Above we have the first 5 rows of our output data. The first named column, "index", provides you with the frame number. Note that each frame may have multiple rows, if multiple hands are tracked in that frame. We also get a label, right or left, and x,y,z coordinates (scaled to 0,1 --- see below) for each keypoint.

Output Details

The 3D coordinate output is certainly an advantage for MediaPipe, as it is able to provide some sense of depth, even if you don't have multiple camera angles or an actual depth image (e.g, as recorded by infrared sensors). The authors of MediaPipe achieve this by training their detector model on a synthetic dataset where they could vary the pose and orientation of the hand in many ways, but always have ground-truth 3D coordinates. As they state in the Zhang et al., 2020 paper: "Synthetic dataset: To even better cover the possible hand poses and provide additional supervision for depth, we render a high-quality synthetic hand model over various backgrounds and map it to the corresponding 3D coordinates. We use a commercial 3D hand model that is rigged with 24 bones and includes 36 blendshapes, which control fingers and palm thickness. The model also provides 5 textures with different skin tones. We created video sequences of transformation between hand poses and sampled 100K images from the videos." Zhang et al., 2020
It is important to note that the depth provided in this output, however, Mediapipe does allow for estimating positions in meters (see https://google.github.io/mediapipe/solutions/hands.html to see which function you need to use for this). In the current example case, a point with x,y coordinates = 0.5, 0.5 would be in the center of the image, while x,y = 0.25, 0.75 would indicate that the point is 1/4 of the way from left to right, and 3/4 of the way from top to bottom (x,y = 0,0 is the top left corner). For depth, it is relative to the wrist. In other words, the wrist is taken as the origin (0 depth), and smaller values are estimated to be closer to the camera, and larger values further away.
This relative scaling makes it difficult to compare across videos with different camera set-ups, but is quite intuitive when looking at the coordinates compared to the actual video.

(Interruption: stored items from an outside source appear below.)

/** The sky's events: the week's list, one event picked by type, and the name of a body or event. */
import type { ElementContent } from 'hast';
import type { Body } from '../../../core/body.ts';
import { quoted } from '../messages.ts';
import { formatInstant, localDateOf } from '../../../core/time.ts';
import { EVENT_TYPES, OWN_LIST_EVENT_TYPES, hiddenNote, pickEvent, type AlmanacEvent, type AlmanacEventType } from '../../almanac/index.ts';
import { el, exact, formatClock, formatDay } from '../format.ts';
import { bodyPhrase } from '../../../core/language/names/index.ts';
import { BODY, CLOCK, classes, noValue, labelOf, wordsOf, type PlaceholderCall, type PlaceholderSpec } from './call.ts';

/** One almanac event as a list item: time, sentence, visibility note and any caution. */
function eventItem(call: PlaceholderCall, e: AlmanacEvent): ElementContent {
  const zone = call.site.timeZone;
  const children: ElementContent[] = [
    el('time', { dateTime: formatInstant(e.time, zone) }, `${formatDay(localDateOf(e.time, zone), call.site, { weekday: 'short' })} ${formatClock(e.time, call.site, { clock: call.clock, precision: 'minute' })}`),
    { type: 'text', value: ' ' },
    el('span', { className: ['gl-event-text'] }, e.description),
  ];
  const note = hiddenNote(e);
  if (note) children.push({ type: 'text', value: ' ' }, el('span', { className: ['gl-event-note'] }, note));
  if (e.caution) children.push({ type: 'text', value: ' ' }, el('strong', { className: ['gl-caution'] }, e.caution));
  return el('li', { dataType: e.type, dataVisible: String(e.visible), dataBodies: e.bodies.join(' ') }, children);
}

/** `::events`: the week's events for the site. */
function weekEvents(call: PlaceholderCall): ElementContent {
  const order = call.attrs.get('order') as 'time' | 'interest';
  const events = call.events().filter((e) => !OWN_LIST_EVENT_TYPES.has(e.type));
  if (order === 'interest') events.sort((a, b) => b.score - a.score || a.time.getTime() - b.time.getTime());
  if (events.length === 0) return el('p', { ...classes(call, 'gl-none') }, wordsOf(call).t('ph.no-events', { span: call.eventSpan }));
  return el('ul', { ...classes(call), dataOrder: order }, events.map((e) => eventItem(call, e)));
}

/** `:event`: one event of the page's span picked by type (and body), or the event bound by `:::every-event`. */
function oneEvent(call: PlaceholderCall): ElementContent {
  const type = call.attrs.get('type') as AlmanacEventType | undefined;
  const body = call.attrs.get('body') as Body | undefined;
  const e = type === undefined ? (call.event ?? null) : pickEvent(call.events(), { type, ...(body ? { bodies: [body.id] } : {}) });
  const words = wordsOf(call);
  const what = words.t(`event-type.${type ?? 'any'}`);
  const said = body ? words.t('ph.no-event-involving', { type: what, name: labelOf(call, body), span: call.eventSpan }) : words.t('ph.no-event', { type: what, span: call.eventSpan });
  if (!e) return noValue(call, said, { dataType: type ?? '' }, `event=${type ?? '…'}${body ? ` body=${body.id}` : ''}`);
  const zone = call.site.timeZone;
  const data = { ...classes(call), dataType: e.type, dataVisible: String(e.visible) };
  switch (call.attrs.get('show')) {
    case 'date':
      return el('time', { ...data, dateTime: localDateOf(e.time, zone) }, formatDay(localDateOf(e.time, zone), call.site, { weekday: 'long' }));
    case 'separation':
      return e.separationDeg === undefined
        ? noValue(call, words.t('ph.no-separation', { title: e.title }), { dataType: e.type })
        : el('data', { ...data, value: exact(e.separationDeg, 4) }, `${words.number(e.separationDeg, e.separationDeg < 1 ? 1 : 0)}°`);
    case 'sentence':
      return el('span', data, e.description);
    case 'title':
      return el('span', data, e.title);
    default:
      return el('time', { ...data, dateTime: formatInstant(e.time, zone) }, formatClock(e.time, call.site, { clock: call.clock, precision: 'minute' }));
  }
}

/** `:name`: the name of a body, or of the body or event an enclosing section binds. */
function nameOf(call: PlaceholderCall): ElementContent {
  const body = call.attrs.get('body') as Body | undefined;
  if (body) return el('span', { ...classes(call), dataBody: body.id }, body.kind === 'moon' ? bodyPhrase(wordsOf(call).language, body).text : labelOf(call, body));
  const e = call.event!;
  return el('span', { ...classes(call), dataType: e.type }, e.title);
}

export const EVENT_PLACEHOLDERS: PlaceholderSpec[] = [
  {
    name: 'events',
    form: 'block',
    summary: "the week's events for the site (Moon phases, close approaches, oppositions, showers, eclipses …) with a sentence and a visibility note each; satellite passes are listed by gloaming events and the calendar feed",
    attributes: { order: { type: { kind: 'choice', values: ['time', 'interest'] }, default: 'time', doc: 'in time order, or most interesting first' }, clock: CLOCK },
    example: '::events{order=interest}',
    render: weekEvents,
  },
  {
    name: 'event',
    form: 'inline',
    summary: "one event of the week (or around a one-off's date), found by type (and body), or the event of an enclosing :::every-event: its time, date, separation, sentence or title",
    slot: true,
    attributes: {
      type: { type: { kind: 'choice', values: EVENT_TYPES }, required: true, bound: 'event', doc: 'the event type', need: 'err.need-event-type' },
      body: { ...BODY, required: false, doc: 'a body the event must involve' },
      show: { type: { kind: 'choice', values: ['time', 'date', 'separation', 'sentence', 'title'] }, default: 'time', doc: 'what to show' },
      clock: CLOCK,
    },
    example: ':event{type=full-moon show=date}',
    render: oneEvent,
  },
  {
    name: 'name',
    form: 'inline',
    summary: 'the name of a body, or of the body or event an enclosing :::every-target or :::every-event is about',
    attributes: { body: { ...BODY, required: false } },
    example: ':name{body=moon}',
    validate: (attrs, bound, words) => {
      if (!attrs.has('body') && !bound.body && !bound.event) {
        throw words.error('invalid-placeholder', words.say('err.name-nothing', { placeholder: quoted(':name') }), {
          place: { field: 'body' },
          hint: words.say('err.name-where', { body: 'body=…', targets: ':::every-target', events: ':::every-event' }),
        });
      }
    },
    render: nameOf,
  },
];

However, especially for multi-party data we don't know if the first row in frame 1 is the same hand as the first row in frame 2. Thus, we don't know if a left and right hand belong together as there are multiple persons! We'll cover a potential solution to this in the module on linking and pairing hands. This is easier when there is just one person, as mediapipe does differientate between left and right hand.